Load all datasets from config.DATASETS.

Returns:

Type Description
dict

Mapping of dataset id to dictionaries with X, y, and metadata keys. Dataset ids are user-defined identifiers and are not interpreted as method names.


plot_cv_distributions

Generate and optionally save a three-panel CV metric distribution plot.

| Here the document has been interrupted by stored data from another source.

// Invented curves for looking at the figures of the curves sheet in cases the demo does not show: limits passed, holes, nulls.
import { delayPanel } from "~/components/curves-delay-panel";
import { SmithFigure } from "~/charts/smith-figure";
import { TwoScaleFigure } from "~/charts/two-scale-figure";
import { ValueFigure } from "~/charts/value-figure";
import { wallsFromRequirements } from "~/charts/walls";
import { many, requirements, worstPoints } from "./invented";

const PASSBAND = [1.92e9, 1.98e9] as const;
const grid = Array.from({ length: 801 }, (_, index) => 1.85e9 + index * 0.25e6);

/** A bathtub with ears at the edges of the passband, s. */
const delay = grid.map((hz) => {
  const place = (hz - 1.95e9) / 33e6;
  return (18 + 8 * place ** 2 + 40 * Math.exp(-((Math.abs(place) - 1.06) ** 2) / 0.006)) * 1e-9;
});

const delayLines = [
  { id: "a", lineNumber: "5.1", kind: "group-delay", band: PASSBAND, max: 40e-9 },
  { id: "b", lineNumber: "5.2", kind: "group-delay-variation", band: [1.93e9, 1.97e9], max: 3.5e-9 },
] as const;

export function DelayScene() {
  const stretches = [
    { sweepId: "a", frequency: grid.slice(0, 420), delay: delay.slice(0, 420) },
    { sweepId: "a", frequency: grid.slice(426), delay: delay.slice(426) },
  ];
  const panel = delayPanel({ stretches, aperture: [5e5, 5e5], uncertainty: null }, delayLines, delayLines[0]);
  return (
    <ValueFigure
      panels={[panel]}
      full={[1.85e9, 2.05e9]}
      initialWindow={[1.905e9, 1.995e9]}
      passbands={[PASSBAND]}
      title="Group delay, invented"
      description="Group delay of an invented filter"
      unit="ns"
      format={(value) => value.toFixed(2)}
      caption="Aperture 0.5 MHz"
      table
    />
  );
}

/** Loops of a coupled-resonator filter: small inside the passband, around the rim outside. */
function reflection(hz: number, size: number): readonly [number, number] {
  const place = (hz - 1.95e9) / 33e6;
  const outside = Math.min(1, (Math.abs(place) / 1.08) ** 14);
  const radius = Math.max(size * Math.abs(Math.sin(place * 4.6 + 0.4)), outside * 0.98);
  const angle = -place * 3.4 + (place > 0 ? -1 : 1) * outside * 1.2;
  return [radius * Math.cos(angle), radius * Math.sin(angle)];
}

export function SmithScene() {
  const port = (number: 1 | 2, size: number) => {
    const points = grid.map((hz) => reflection(hz, size));
    const locus = { id: "a", reference: 50, frequency: grid, re: points.map(([x]) => x), im: points.map(([, y]) => y) };
    const limit = { lineNumber: `4.${number}`, returnLoss: 16, band: PASSBAND };
    return { port: number, loci: [locus], limits: [limit] };
  };
  return (
    <SmithFigure ports={[port(1, 0.13), port(2, 0.21)]} bands={[PASSBAND]} title="Smith chart, invented" caption="" />
  );
}

export function ScalesScene() {
  const walls = wallsFromRequirements(requirements);
  return <TwoScaleFigure walls={walls} traces={many} worstPoints={worstPoints} title="Curves, invented" />;
}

Creates a figure with one panel per metric (F1, Accuracy, AUC-ROC). Each panel shows a box plot overlaid with jittered scatter points representing individual cross-validation fold scores. If auc is None, the AUC-ROC panel is hidden.

Parameters:

Name Type Description Default
f1 iterable of float

F1-macro scores from each cross-validation fold.

required
acc iterable of float

Accuracy scores from each cross-validation fold.

required
auc iterable of float or None

AUC-ROC scores from each cross-validation fold. Pass None to hide the AUC-ROC panel (e.g. for binary classifiers without probability support).

required
model_name str

Model name shown in the figure title (e.g. "SVC").

required
params str

Serialised hyperparameter string shown in the figure subtitle.

required
save_to Path or None

Destination path for the PNG file. Parent directories are created automatically if they do not exist. If None, the figure is displayed interactively via :func:matplotlib.pyplot.show. Default is None.

None
Notes

When save_to is provided, the figure is saved at 300 DPI with bbox_inches="tight" and the directory tree is created automatically. The function does not close the figure after saving; callers are responsible for calling :func:matplotlib.pyplot.close if needed.

Examples:

Save a plot for an SVC model to a nested directory:

>>> from pathlib import Path
>>> from melite import plot_cv_distributions
>>> f1  = [0.76, 0.90, 0.82]
>>> acc = [0.77, 0.90, 0.82]
>>> auc = [0.83, 0.95, 0.89]
>>> plot_cv_distributions(
...     f1, acc, auc,
...     model_name="SVC",
...     params="{'kernel': 'linear', 'C': 1}",
...     save_to=Path("output/figures/SVC_PCA70.png"),
... )

predict

Load a MELITE model artifact and run inference on new data.

Parameters:

Name Type Description Default
model_path str or Path

Path to a .pkl file produced by melite export.

required
X ndarray

Feature matrix of shape (n_samples, n_features). Must be a 2-D array and should use the same reduction method and level as the training data (e.g. PCA70 → 37 features).

required
return_proba bool

If True (default) and the loaded model exposes a predict_proba method, class probabilities are computed and included in the output. If False, or if the model does not support probability estimates, probabilities is None.

True

Returns:

Type Description
dict

Dictionary with the following keys:

  • "predictions" : :class:numpy.ndarray, shape (n_samples,) — predicted class labels.
  • "probabilities" : :class:numpy.ndarray or None, shape (n_samples, n_classes) — class probability estimates, or None if not available or not requested.
  • "model_path" : str — resolved path to the loaded model file.
  • "n_samples" : int — number of samples in X.

Raises:

Type Description
FileNotFoundError

If model_path does not exist. The error message includes the path and a hint to run melite export first.

ValueError

If X is not a 2-D numpy array.

Notes

The .pkl artifacts produced by melite export are serialised with :func:joblib.dump. All scikit-learn compatible estimators (SVC, RandomForestClassifier, XGBClassifier) are supported.

Examples:

Load a previously exported SVC model and predict on new data:

>>> import numpy as np
>>> from melite import predict
>>> X_new = np.random.rand(10, 37).astype(np.float32)
>>> result = predict("output/Model_SVC_PCA70.pkl", X_new)
>>> result["predictions"].shape
(10,)
>>> result["probabilities"].shape
(10, 2)

Version

Package version metadata for MELITE.

This module is the single source of truth for the project version. It is read by hatchling at build time via [tool.hatch.version] and imported by result_manager to stamp generated reports.